Bin eben erst von XP zu win7 gekommen, hab das auch nur als 2t System, bis ich damit klar komme.

Gruß   jon


----------



## ghostadmin (18. Oktober 2009)

Du kannst auch für die Verknüpfung die Rechte so setzen das du sie öffnen kannst, dazu einfach die Rechte für den User Jeder anpassen.


----------



## jon (19. Oktober 2009)

auch ja, danke.


----------



## Nano (20. Oktober 2009)

Hallo. 
Ich hab im Internet wie wild gesucht. Da Windows 7 auf Vista/XP aufbaut, habe ich auch versucht Lösungsansätze die bei Vista/XP angeblich funktionieren sollen bei Win7 versucht. Wobei ich das Problem noch nie mit XP hatte. Jedenfalls geht´s darum; ich möchte meine Favoriten von Firefox übernehmen die ich auf dem XP noch habe. Aber ich krieg es einfach nicht hin auf Dokumente & Einstellungen zuzugreifen. 
Kann das jemand mal für blöde erklären?


----------



## midnight (20. Oktober 2009)

Nein.

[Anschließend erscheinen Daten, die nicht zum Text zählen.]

describe("sending in", () => {
	test("facts, receipt, disposition and mail come about together", async () => {
		const { place, grower, plantingIds } = await askGrower(owner, associate, {
			more: [
				{ crop: "apple", cultivar: "Amber Dot" },
				{ crop: "plum", trees: 20 },
			],
		});
		const [first, second, plum] = plantingIds.map((id) => `planting-${id}`) as [string, string, string];
		// 100 bu of apple at 42 lb is 4,200 lb in a normal year; 1,000 lb were picked.
		await typeStep(grower, place, first, {
			...pounds(40, 0, 1000),
			normal_crop: "100",
			normal_crop_unit: "bu",
		});
		await typeStep(grower, place, second, pounds(10, 800, 0));
		await typeStep(grower, place, plum, pounds(20, 1000, 1200));
		await typeStep(grower, place, "causes", { cause_freeze: "75", cause_hail_wind: "25" });
		const before = await leftBy(place.surveyId);

		const sent = await submit(grower, place, "es");
		expect(sent).toEqual({
			outcome: "submitted",
			version: 1,
			receiptCode: expect.stringMatching(/^[34679A-HJKMNPRTW-Y]{4}-[34679A-HJKMNPRTW-Y]{4}$/),
		});
		expect(await leftBy(place.surveyId)).toEqual({
			submissions: 1,
			complete: 1,
			facts: 26,
			mailings: ["receipt 1"],
			// The receipt's mail, and the look for odd answers.
			jobs: before.jobs + 2,
		});
		// By hand: apple 5,000 normal and 1,000 picked over 50 trees; with plum 6,000 and 2,200 over 70.
		expect(await factsIn(place.surveyId)).toEqual({
			"crop_loss apple": [4000, 5000],
			"crop_loss plum": [-200, 1000],
			"crop_loss all": [3800, 6000],
			"freeze_loss apple": [3000, 5000],
			"freeze_loss plum": [0, 1000],
			"freeze_loss all": [2850, 6000],
			"total_loss apple": [0, 1],
			"total_loss plum": [0, 1],
			"total_loss all": [0, 1],
			"yield_per_tree apple": [1000, 50],
			"yield_per_tree plum": [1200, 20],
			"base.bearing_trees apple": [50, 1],
			"base.bearing_trees plum": [20, 1],
			"base.bearing_trees all": [70, 1],
			"base.normal_crop_lb apple": [5000, 1],
			"base.normal_crop_lb plum": [1000, 1],
			"base.normal_crop_lb all": [6000, 1],
			"base.harvested_lb apple": [1000, 1],
			"base.harvested_lb plum": [1200, 1],
			"base.harvested_lb all": [2200, 1],
		});
		const { rows } = await owner.query(
			`select distinct f.owner_id = o.owner_id as owned, f.county_fips, f.state_fips, f.stratum_key, f.set_aside
			from collect.fact f join directory.operation o using (operation_id) where survey_id = $1`,
			[place.surveyId],
		);
		expect(rows).toEqual([
			{ owned: true, county_fips: "19103", state_fips: "19", stratum_key: "IA-medium", set_aside: false },
		]);
		const { response } = await answeringOf(grower, place);
		expect(response).toMatchObject({ submittedVersion: 1, changedSinceSubmission: false, ...receiptOf(sent) });
		expect(await count(owner, "collect.response where survey_id = $1 and language = 'es'", [place.surveyId])).toBe(1);
	});

	test("an owner and county that change after the frame was frozen do not move the facts", async () => {
		const { place, grower, step } = await askGrower(owner, associate);
		await owner.query("update directory.operation set county_fips = '19113' where operation_id = $1", [
			place.operationId,
		]);
		await typeStep(grower, place, step, pounds(40, 4000, 4000));
		await submit(grower, place);
		expect(await count(owner, "collect.fact where survey_id = $1 and county_fips = '19103'", [place.surveyId])).toBe(
			(await leftBy(place.surveyId)).facts,
		);
		expect((await leftBy(place.surveyId)).facts).toBeGreaterThan(0);
	});

	test("a required question without an answer is named by its step, and nothing is written", async () => {
		const { place, grower, plantingIds, step } = await askGrower(owner, associate, { more: [{ crop: "plum" }] });
		await typeStep(grower, place, step, pounds(40, 4000, 4000));
		const before = await leftBy(place.surveyId);
		expect(await submit(grower, place)).toEqual({ outcome: "unfinished", stepKeys: [`planting-${plantingIds[1]}`] });
		expect(await leftBy(place.surveyId)).toEqual(before);
		expect(before).toMatchObject({ submissions: 0, facts: 0, mailings: [] });
	});

	test("answers that a condition hides are dropped from what is sent in", async () => {
		const { place, grower, step } = await askGrower(owner, associate);
		await typeStep(grower, place, step, pounds(40, 4000, 0));
		await typeStep(grower, place, "causes", { cause_freeze: "100" });
		await typeStep(grower, place, step, pounds(40, 4000, 4000));
		await submit(grower, place);
		const { answers } = await snapshotOf(place.surveyId);
		expect(answers.answers.map(({ questionKey }) => questionKey)).toEqual([
			"bearing_trees",
			"normal_crop",
			"harvested",
		]);
		expect((await answeringOf(grower, place)).answers.map(({ questionKey }) => questionKey)).toContain("cause_freeze");
		expect((await answeringOf(grower, place)).response?.changedSinceSubmission).toBe(false);
		// Not asked since nothing was lost: freeze took nothing.
		expect((await factsIn(place.surveyId))["freeze_loss apple"]).toEqual([0, 4000]);
	});

	test.each([
		["not known", { harvested: "", harvested_kind: "dont_know" }],
		["refused", { harvested: "", harvested_kind: "refused" }],
	])("a harvest that is %s makes no fact that needs it", async (_how, typed) => {
		const { place, grower, step } = await askGrower(owner, associate);
		await typeStep(grower, place, step, { ...pounds(40, 4000, 0), ...typed });
		expect(await submit(grower, place)).toMatchObject({ outcome: "submitted" });
		expect(await factsIn(place.surveyId)).toEqual({
			"base.bearing_trees apple": [40, 1],
			"base.bearing_trees all": [40, 1],
			"base.normal_crop_lb apple": [4000, 1],
			"base.normal_crop_lb all": [4000, 1],
		});
		// Asked and not told: counted where it is missing.
		const { rows } = await owner.query(
			"select measure_key from collect.tally where survey_id = $1 and crop_key = 'apple' and unanswered = 1 order by 1",
			[place.surveyId],
		);
		expect(rows.map((row) => row.measure_key)).toEqual([
			"base.harvested_lb",
			"crop_loss",
			"first_harvest",
			"freeze_loss",
			"last_harvest",
			"total_loss",
			"yield_per_tree",
		]);
	});

	test("a harvest of zero is a whole loss, and causes that were skipped make no fact", async () => {
		const { place, grower, step } = await askGrower(owner, associate);
		await typeStep(grower, place, step, pounds(40, 4000, 0));
		await submit(grower, place);
		const facts = await factsIn(place.surveyId);
		expect(facts["total_loss apple"]).toEqual([1, 1]);
		expect(facts["crop_loss apple"]).toEqual([4000, 4000]);
		expect(facts["freeze_loss apple"]).toBeUndefined();
		await typeStep(grower, place, "causes", { cause_hail_wind: "100" });
		await submit(grower, place);
		expect((await factsIn(place.surveyId))["freeze_loss apple"]).toEqual([0, 4000]);
	});
});
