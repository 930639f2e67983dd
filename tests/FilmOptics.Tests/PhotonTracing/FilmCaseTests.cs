using Colorimetry;

namespace FilmOptics.Tests.PhotonTracing;

/// <summary>Whole films with re-emission against independent codes.</summary>
public sealed class FilmCaseTests
{
    private const long Photons = 1_000_000;

    private static readonly Dictionary<string, Lazy<FilmOutput>> Traced = new(StringComparer.Ordinal)
    {
        ["a"] = new(() => new PhotonTracingModel(Photons, seed: 11).Solve(ReferenceFilms.CaseA, TestContext.Current.CancellationToken)),
        ["c"] = new(() => new PhotonTracingModel(Photons, seed: 12).Solve(ReferenceFilms.CaseC, TestContext.Current.CancellationToken)),
        ["d"] = new(() => new PhotonTracingModel(Photons, seed: 13).Solve(ReferenceFilms.CaseD, TestContext.Current.CancellationToken)),
    };

    [Theory]
    [InlineData("a")]
    [InlineData("c")]
    [InlineData("d")]
    public void Totals_OfAnalogTracingElsewhere_AreMetWithinFourErrors(string name)
    {
        var output = Traced[name].Value;
        var (budget, error) = (output.Budget, output.Tracing!.StandardError);
        int rows = 0;
        foreach (string[] row in ReferenceRows.Of("film-case-totals.csv").Where(row => row[0] == name))
        {
            (double found, double foundError) = row[1] switch
            {
                "unconverted" => (budget.Unconverted, error.Unconverted),
                "converted green" => Band(output, 0),
                "converted red" => Band(output, 1),
                "lost in green" => (budget.LostInLots[0], error.LostInLots[0]),
                "lost in red" => (budget.LostInLots[1], error.LostInLots[1]),
                "lost in host" => (budget.LostInHost, error.LostInHost),
                "lost below" => (budget.LostBelow, error.LostBelow),
                "lost above" => (budget.LostAbove, error.LostAbove),
                "source absorbed green" => (budget.SourceAbsorbedBy[0], error.SourceAbsorbedBy[0]),
                "source absorbed red" => (budget.SourceAbsorbedBy[1], error.SourceAbsorbedBy[1]),
                "excitations green" => (budget.Excitations[0], error.Excitations[0]),
                "excitations red" => (budget.Excitations[1], error.Excitations[1]),
                _ => throw new InvalidDataException(row[1]),
            };
            Agreement.AssertWithin(
                ReferenceRows.Number(row[2]), ReferenceRows.Number(row[3]), found, foundError, $"case {name}, {row[1]}");
            rows++;
        }

        Assert.Equal(12, rows);
    }

    [Theory]
    [InlineData("a")]
    [InlineData("c")]
    [InlineData("d")]
    public void Spectra_OfAnalogTracingElsewhere_AreMetBinByBin(string name)
    {
        const double referencePhotons = 1e8;
        var output = Traced[name].Value;
        double chiSquared = 0;
        int bins = 0;
        foreach (string[] row in ReferenceRows.Of("film-case-spectra.csv").Where(row => row[0] == name))
        {
            int bin = WavelengthGrid.IndexOf(int.Parse(row[1], System.Globalization.CultureInfo.InvariantCulture));
            double[] found =
            [
                output.Unconverted.Samples[bin],
                output.ConvertedByLot[0].Samples[bin],
                output.ConvertedByLot[1].Samples[bin],
            ];
            for (int emitter = 0; emitter < found.Length; emitter++)
            {
                // Counts of rare events: the variance is that of their common mean.
                double expected = ReferenceRows.Number(row[2 + emitter]);
                double common = ((found[emitter] * Photons) + (expected * referencePhotons)) / (Photons + referencePhotons);
                if (common * Photons < 20)
                    continue;
                chiSquared += Math.Pow(found[emitter] - expected, 2) / (common * ((1.0 / Photons) + (1 / referencePhotons)));
                bins++;
            }
        }

        Assert.True(bins > 40, $"{bins} bins");
        Agreement.AssertChiSquared(chiSquared, bins, $"case {name}");
    }

    // Source: computed by an independent deterministic code, uncertainty about 3e-6.
    [Fact]
    public void UnequalIndices_MeetAnIndependentSolution() => AssertLayered(
        ReferenceFilms.Unequal,
        [0.18413255953877716, 0.5957587114019374, 0.045187650063262155, 0.04253952386949354, 0.03476912405797798],
        [0.584759748368138, 0.5684258742395517],
        [0.19909284496110546, 0.39666586644083196]);

    // Source: as above.
    [Fact]
    public void AirGapProfileAndReturnByAngle_MeetAnIndependentSolution() => AssertLayered(
        ReferenceFilms.Gap,
        [0.2276384180119615, 0.5834125597124075, 0.05526576724695719, 0.02239397189355825, 0.029514497531574865],
        [0.4445629868860678, 0.5009182399115543],
        [0.23529816423473965, 0.3481143954776678]);

    private static void AssertLayered(Film film, double[] lines, double[] excitations, double[] bands)
    {
        const double referenceError = 3e-6;
        var output = new PhotonTracingModel(1_000_000, seed: 21).Solve(film, TestContext.Current.CancellationToken);
        var (budget, error) = (output.Budget, output.Tracing!.StandardError);
        double[] found = [budget.Unconverted, budget.Converted, budget.LostBelow, budget.LostAbove, budget.LostInHost];
        double[] errors = [error.Unconverted, error.Converted, error.LostBelow, error.LostAbove, error.LostInHost];
        for (int i = 0; i < lines.Length; i++)
            Agreement.AssertWithin(lines[i], referenceError, found[i], errors[i], $"{film.Title}, line {i}");
        for (int lot = 0; lot < excitations.Length; lot++)
        {
            Agreement.AssertWithin(
                excitations[lot], referenceError, budget.Excitations[lot], error.Excitations[lot], $"{film.Title}, excitations {lot}");
            (double band, double bandError) = Band(output, lot);
            Agreement.AssertWithin(bands[lot], referenceError, band, bandError, $"{film.Title}, band {lot}");
        }
    }

    private static (double Share, double Error) Band(FilmOutput output, int lot)
    {
        double share = output.ConvertedByLot[lot].Integral;
        return (share, Math.Sqrt(share * (1 - share) / output.Tracing!.Photons));
    }
}
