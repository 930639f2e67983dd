namespace FilmOptics.Tests.PhotonTracing;

/// <summary>Scattering slabs without dots, against published and computed reflectance and transmittance.</summary>
public sealed class SlabTests
{
    private const long Photons = 200_000;

    [Fact]
    public void ReflectanceAndTransmittance_OfComputedSlabs_AreMetWithinFourErrors()
    {
        int rows = 0;
        foreach (string[] row in ReferenceRows.Of("slabs.csv"))
        {
            double[] numbers = [.. row.Skip(1).Take(8).Select(ReferenceRows.Number)];
            AssertSlab(row[0], numbers[..4], Incidence.Normal, numbers[4], numbers[5], 6e-8);
            AssertSlab(row[0], numbers[..4], Incidence.Lambertian, numbers[6], numbers[7], 6e-8);
            rows++;
        }

        Assert.Equal(30, rows);
    }

    [Theory]

    // Source: van de Hulst 1980, table 35, from memory: transmittance with the unscattered light.
    [InlineData(1, 2, 0.9, 0.75, 0.09739, 0.66096)]

    // Source: Sci. Rep. 2017, s41598-017-16966-2 (coefficients of a red-dot film, 100 µm, blue): reflectance and transmittance
    // computed, independent code; the reflectance printed leaves out the first face's 0.04.
    [InlineData(1.5, 0.66382, 0.44262, 0.4918, 0.06400, 0.54132)]
    public void ReflectanceAndTransmittance_OfPublishedSlabs_AreMet(
        double index, double thickness, double albedo, double g, double reflectance, double transmittance) =>
        AssertSlab("published", [index, thickness, albedo, g], Incidence.Normal, reflectance, transmittance, 5e-6);

    // Source: Giovanelli 1955, from memory, 0.2600 with the first face's 0.04; a slab of optical thickness 40 is as good as endless.
    [Fact]
    public void Reflectance_OfEndlessIsotropicMedium_IsGiovanellis() =>
        AssertSlab("endless", [1.5, 40, 0.9, 0], Incidence.Normal, 0.2600, 0, 5e-5);

    [Fact]
    public void ClearPlate_TransmitsWhatItsTwoFacesLeave()
    {
        // Closed form: all orders of reflection between two faces of reflectance r give (1 − r)/(1 + r), r = 0.04 at n = 1.5.
        AssertSlab("clear plate", [1.5, 1e-9, 1, 0], Incidence.Normal, 1 - (0.96 / 1.04), 0.96 / 1.04, 1e-9);
    }

    private static void AssertSlab(
        string name, double[] slab, Incidence incidence, double reflectance, double transmittance, double referenceError)
    {
        var film = ReferenceFilms.Slab(slab[0], slab[1], slab[2], slab[3], incidence);
        var output = new PhotonTracingModel(Photons, seed: 31).Solve(film, TestContext.Current.CancellationToken);
        var (budget, error) = (output.Budget, output.Tracing!.StandardError);
        string what = $"slab {name}, {incidence.Kind}";

        // An impossible fate is counted 0 times: half a photon is then the resolution.
        double resolution = referenceError + (0.5 / Photons);
        Agreement.AssertWithin(reflectance, resolution, budget.LostBelow, error.LostBelow, $"{what}, reflectance");
        Agreement.AssertWithin(transmittance, resolution, budget.Unconverted, error.Unconverted, $"{what}, transmittance");
        Agreement.AssertWithin(
            1 - reflectance - transmittance, resolution, budget.LostInHost, error.LostInHost, $"{what}, absorptance");
    }
}
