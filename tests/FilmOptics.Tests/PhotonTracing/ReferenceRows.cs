using System.Globalization;

namespace FilmOptics.Tests.PhotonTracing;

/// <summary>Rows of the CSV files beside the tests; each row names its source.</summary>
internal static class ReferenceRows
{
    public static IEnumerable<string[]> Of(string file) =>
        File.ReadLines(Path.Combine(AppContext.BaseDirectory, file)).Skip(1).Select(line => line.Split(','));

    public static double Number(string text) => double.Parse(text, CultureInfo.InvariantCulture);
}
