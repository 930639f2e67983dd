using Colorimetry;

namespace FilmOptics.Tests.PhotonTracing;

/// <summary>Invented films whose answers were computed by independent code; their spectra are formulas on the even bins of the grid.</summary>
internal static class ReferenceFilms
{
    private const int FirstNm = 380, LastNm = 780;

    private static readonly double PerMmFromDecadicPerCm = Math.Log(10) / 10;

    /// <summary>Case a: no scattering, no returns, absorption (to 490 nm) and emission (above) do not overlap.</summary>
    public static Film CaseA => OneLayer(10, 5, hostPerMm: 0.02, scatteringPerMm: 0, Incidence.Normal, 0, 0, cutNm: 490);

    /// <summary>Case c: scattering.</summary>
    public static Film CaseC => OneLayer(4, 2, hostPerMm: 0, scatteringPerMm: 20, Incidence.Lambertian, 0, 0);

    /// <summary>Case d: scattering and returns on both sides.</summary>
    public static Film CaseD => OneLayer(2, 1, hostPerMm: 0, scatteringPerMm: 20, Incidence.Lambertian, 0.95, 0.5);

    /// <summary>Two dot layers between barriers of higher index.</summary>
    public static Film Unequal
    {
        get
        {
            var (green, red) = (Green(5, 0.94), Red(2, 0.89));
            return new()
            {
                Title = "unequal",
                Backlight = new(Line(450, 20), Incidence.Lambertian, null),
                Cavity = new(Flat<Fraction>(0.96), Flat<Fraction>(0.42), Flat<Fraction>(0.03), 0),
                Lots = [green, red],
                Layers =
                [
                    LayerOf("barrier below", 0.05, 1.6, Flat<PerMm>(0.005), 0),
                    LayerOf("red", 0.05, 1.5, GreyingHost(), 8, new DotLoading(red, 1.8)),
                    LayerOf("green", 0.05, 1.5, GreyingHost(), 20, new DotLoading(green, 1.6)),
                    LayerOf("barrier above", 0.05, 1.6, Flat<PerMm>(0.005), 0),
                ],
            };
        }
    }

    /// <summary>Two films with an air gap, an oblique source, a return by angle of arrival, and bypass.</summary>
    public static Film Gap
    {
        get
        {
            var (green, red) = (Green(5, 0.94), Red(2, 0.89));
            double[] angles = [.. Enumerable.Range(0, 181).Select(i => i / 2.0)];
            var profile = new AngleTable(angles, [.. angles.Select(a => Math.Exp(-Math.Pow((a - 50) / 25, 2)))], "profile");
            var returned = new AngleTable(angles, [.. angles.Select(a => 0.7 * Math.Exp(-Math.Pow(a / 40, 2)))], "return");
            return new()
            {
                Title = "gap",
                Backlight = new(Line(450, 20), new(IncidenceKind.Profile, profile), null),
                Cavity = new(Flat<Fraction>(0.94), Flat<Fraction>(0), Flat<Fraction>(0.02), 0.02, returned),
                Lots = [green, red],
                Layers =
                [
                    LayerOf("red", 0.06, 1.5, GreyingHost(), 10, new DotLoading(red, 1.4)),
                    LayerOf("gap", 0.02, 1, Flat<PerMm>(0), 0),
                    LayerOf("green", 0.05, 1.5, GreyingHost(), 18, new DotLoading(green, 1.5)),
                ],
            };
        }
    }

    /// <summary>A slab of one wavelength in air: no dots, what the host absorbs is lost.</summary>
    public static Film Slab(double index, double thickness, double albedo, double g, Incidence incidence) => new()
    {
        Title = "slab",
        Backlight = new(Spectrum.Sampled<PhotonPerNm>(nm => nm == 550 ? 1 : 0, "one wavelength"), incidence, null),
        Cavity = new(Flat<Fraction>(0), Flat<Fraction>(0), Flat<Fraction>(0), 0),
        Lots = [],
        Layers =
        [
            new()
            {
                Name = "slab",
                ThicknessMm = 1,
                RefractiveIndex = index,
                HostAbsorption = Flat<PerMm>(thickness * (1 - albedo)),
                Scattering = Flat<PerMm>(thickness * albedo),
                Anisotropy = Flat<MeanCosine>(g),
                Dots = [],
            },
        ],
    };

    public static Spectrum<TUnit> Flat<TUnit>(double value)
        where TUnit : struct, ISpectralUnit => Spectrum.Flat<TUnit>(value, "flat");

    private static Film OneLayer(
        double greenPerMm, double redPerMm, double hostPerMm, double scatteringPerMm, Incidence incidence, double below, double above, int? cutNm = null)
    {
        var (green, red) = (Green(greenPerMm, 0.95, cutNm), Red(redPerMm, 0.90, cutNm));
        return new()
        {
            Title = "one layer",
            Backlight = new(Line(450, 20, last: cutNm), incidence, null),
            Cavity = new(Flat<Fraction>(below), Flat<Fraction>(above), Flat<Fraction>(0), 0),
            Lots = [green, red],
            Layers =
            [
                LayerOf("dots", 0.1, 1.5, Flat<PerMm>(hostPerMm), scatteringPerMm, new DotLoading(green, 1), new DotLoading(red, 1)),
            ],
        };
    }

    private static Layer LayerOf(
        string name, double thicknessMm, double index, Spectrum<PerMm> host, double scattering, params DotLoading[] dots) => new()
        {
            Name = name,
            ThicknessMm = thicknessMm,
            RefractiveIndex = index,
            HostAbsorption = host,
            Scattering = Flat<PerMm>(scattering),
            Anisotropy = Flat<MeanCosine>(0.8),
            Dots = dots,
        };

    private static Spectrum<PerMm> GreyingHost() =>
        Spectrum.Sampled<PerMm>(nm => 0.015 + (0.04 * Math.Exp((450 - nm) / 60)), "host");

    private static DotLot Green(double perMmAt450, double yield, int? cutNm = null) =>
        Lot("green", perMmAt450, yield, Line(530, 25, first: cutNm + 2), 510, 60, 22, cutNm);

    private static DotLot Red(double perMmAt450, double yield, int? cutNm = null) =>
        Lot("red", perMmAt450, yield, Line(630, 28, first: cutNm + 2), 610, 90, 24, cutNm);

    // The edge-and-exciton shape of the reference cases, scaled to an absorption per mm at 450 nm and a loading of 1 mg/mL.
    private static DotLot Lot(
        string name, double perMmAt450, double yield, Spectrum<PhotonPerNm> emission, double edge, double slope, double width, int? cutNm)
    {
        double Shape(double nm) => (Math.Exp((edge - nm) / slope) / (1 + Math.Exp((nm - edge) / 5))) + (0.5 * Gaussian(nm, edge, width));
        return new()
        {
            Name = name,
            QuantumYieldShare = yield,
            Emission = emission,
            Absorbance = Spectrum.Sampled<AbsorbancePerCm>(
                nm => nm > cutNm ? 0 : perMmAt450 * Shape(nm) / Shape(450) / PerMmFromDecadicPerCm, name),
        };
    }

    private static Spectrum<PhotonPerNm> Line(double peak, double fwhm, int? first = null, int? last = null) =>
        Spectrum.Sampled<PhotonPerNm>(
            nm => nm % 2 == 0 && nm >= (first ?? FirstNm) && nm <= (last ?? LastNm) ? Gaussian(nm, peak, fwhm) : 0,
            $"line at {peak} nm").NormalisedToUnitSum();

    private static double Gaussian(double nm, double peak, double fwhm) => Math.Exp(-4 * Math.Log(2) * Math.Pow((nm - peak) / fwhm, 2));
}
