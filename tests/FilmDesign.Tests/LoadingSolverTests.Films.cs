using Colorimetry;
using FilmOptics;
using static FilmOptics.Tests.FilmGenerators;

namespace FilmDesign.Tests;

public sealed partial class LoadingSolverTests
{
    [Fact]
    public void Formulate_AtThePanel_PutsThePanelsWhiteOnTarget()
    {
        var panel = new Panel(Pass(585, 830), Pass(500, 585), Pass(360, 500), 0.2, 0.25, 0.2);
        var filmCase = CaseOf(TwoLots(), D65) with { Panel = panel };
        filmCase = filmCase with { Target = filmCase.Target! with { Place = TargetPlace.Panel } };
        var found = Formulate(filmCase);
        Assert.True(found.Reached);
        Assert.Equal(D65.X, found.Appraisal.Panel!.White.Chromaticity.X, 1e-7);
        Assert.Equal(D65.Y, found.Appraisal.Panel.White.Chromaticity.Y, 1e-7);
        Assert.True(found.Appraisal.FilmWhite.Chromaticity.DistanceXyTo(D65) > 1e-3);
    }

    [Fact]
    public void Formulate_LotInSeveralLayers_MovesAllItsLoadingsByOneFactor()
    {
        var film = Film(
            [
                Layer(0.05, [new(Green, 2), new(Red, 4)]) with { Name = "lower" },
                Layer(0.08, [new(Green, 6)]) with { Name = "upper" },
            ],
            [Green, Red],
            Cavity(0.95, 0.5));
        var found = Formulate(CaseOf(film, D65));
        Assert.True(found.Reached);
        Assert.Equal("green @ lower, red @ lower, green @ upper", string.Join(", ", found.Loadings.Select(l => $"{l.LotName} @ {l.LayerName}")));
        Assert.Equal(3, found.Loadings[2].LoadingMgPerMl / found.Loadings[0].LoadingMgPerMl, 1e-12);
        Assert.Equal(found.Loadings[0].LoadingMgPerMl, found.FilmCase.Film.Layers[0].Dots[0].LoadingMgPerMl);
        Assert.Equal(0, WhiteOf(found.FilmCase.Film).DistanceXyTo(found.Appraisal.FilmWhite.Chromaticity), 1e-12);
    }

    [Fact]
    public void Formulate_WithAFixedLot_LeavesItAlone()
    {
        var yellow = Lot("yellow", 575, 40, 2, 0.8);
        var film = Film([Layer(0.1, [new(yellow, 1), new(Green, 0), new(Red, 0)])], [yellow, Green, Red], Cavity(0.95, 0.5));
        var found = Formulate(CaseOf(film, D65, 0.0005, new FreeLoading("red"), new FreeLoading("green")));
        Assert.True(found.Reached);
        Assert.Equal(1, found.FilmCase.Film.Layers[0].Dots[0].LoadingMgPerMl);
        Assert.InRange(found.WhiteErrorXy, 0, 1e-8);
    }

    // The same film described in two ways is solved alike.
    [Fact]
    public void Formulate_InALayerTwiceAsThick_FindsHalfTheLoadings()
    {
        var film = TwoLots();
        var thin = Formulate(CaseOf(film, D65));
        var thick = Formulate(CaseOf(film with { Layers = [film.Layers[0] with { ThicknessMm = 0.2, HostAbsorption = film.Layers[0].HostAbsorption.ScaledBy(0.5) }] }, D65));
        Assert.Equal(2, thin.Loadings[0].LoadingMgPerMl / thick.Loadings[0].LoadingMgPerMl, 1e-6);
        Assert.Equal(2, thin.Loadings[1].LoadingMgPerMl / thick.Loadings[1].LoadingMgPerMl, 1e-6);
    }

    [Fact]
    public void Formulate_WithoutWhatItNeeds_IsRefused()
    {
        var filmCase = CaseOf(TwoLots(), D65);
        Refuses(filmCase with { Target = null }, "target");
        Refuses(filmCase with { Target = filmCase.Target! with { Free = [] } }, "target.free names 0 lots");
        Refuses(filmCase with { Target = filmCase.Target with { Free = [new("green")] } }, "target.free names 1 lot");
        Refuses(filmCase with { Target = filmCase.Target with { Free = [new("green"), new("blue")] } }, "'blue' stands in no layer");
        Refuses(filmCase with { Target = filmCase.Target with { View = TargetView.Normal } }, "radiance along the normal");

        static void Refuses(FilmCase wrong, string words) =>
            Assert.Contains(words, Assert.Throws<InputException>(() => Formulate(wrong)).Message, StringComparison.Ordinal);
    }

    [Fact]
    public void Formulate_Cancelled_Stops() => Assert.Throws<OperationCanceledException>(() =>
        LoadingSolver.Formulate(CaseOf(TwoLots(), D65), Model, new CancellationToken(canceled: true)));

    // A tracer's whites are grained: derivatives and aim have to be coarser than the grain, and the answer still on target.
    [Fact]
    public void Formulate_OnATracer_ReachesTheTolerance()
    {
        var filmCase = CaseOf(TwoLots(), new(0.30, 0.31), toleranceXy: 0.01);
        var found = LoadingSolver.Formulate(filmCase, new PhotonTracingModel(photons: 100_000), TestContext.Current.CancellationToken);
        Assert.True(found.Reached, found.Limit);
        Assert.InRange(found.Solves, 1, 60);
    }

    private static Spectrum<Fraction> Pass(double fromNm, double toNm) =>
        Spectrum.Sampled<Fraction>(nm => nm >= fromNm && nm < toNm ? 0.9 : 0.003, "filter");
}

Benutz einfach absolute Pfade. Mach nen Explorer auf, C:\User\DeinName\Appdata und dann gibts zweit Ordner. Einer liegt in local und der andere in Roaming. Vista/7 benutzt intern Linksysteme, die aber nicht immer  zu den Originalordnern führen, deswegen musst du einfach den absoluten Pfad angeben.

so far


----------



## Kaputt ? (20. Oktober 2009)

jon schrieb:


> Hab nen Prob mit win7, bestimmte Systemordner sind gesperrt (Besitzer "*SYSTEM*", weiß jemand, wie ich die frei bekomme



Das ist eines der Dinge die ich an Windows 7 hasse.

Man muss extra die Besitzerrechte auf sich selber übertragen, obwohl man eh schon Administrator ist ...


----------



## midnight (20. Oktober 2009)

Naja nun, das Volk wollte mehr Sicherheit. Und die hat man bei Microsoft mehr erreicht, indem man die Rechte gekürzt hat. Und überall da wo Ms es für richtig hielt ist es eben relativ schwer wieder an sie ranzukommen. Was hast du denn für Probleme? Ich komm relativ gut damit klar, ich hab sogar das UAC noch an...

so far


----------



## jon (21. Oktober 2009)

Nano :





> Hallo.
> Ich hab im Internet wie wild gesucht. Da Windows 7 auf Vista/XP aufbaut, habe ich auch versucht Lösungsansätze die bei Vista/XP angeblich funktionieren sollen bei Win7 versucht. Wobei ich das Problem noch nie mit XP hatte. Jedenfalls geht´s darum; ich möchte meine Favoriten von Firefox übernehmen die ich auf dem XP noch habe. Aber ich krieg es einfach nicht hin auf Dokumente & Einstellungen zuzugreifen.
> Kann das jemand mal für blöde erklären?



Antwort von midnight:





> Nein. Benutz einfach absolute Pfade. Mach nen Explorer auf, C:\User\DeinName\Appdata und dann gibts zweit Ordner. Einer liegt in local und der andere in Roaming. Vista/7 benutzt intern Linksysteme, die aber nicht immer zu den Originalordnern führen, deswegen musst du einfach den absoluten Pfad angeben.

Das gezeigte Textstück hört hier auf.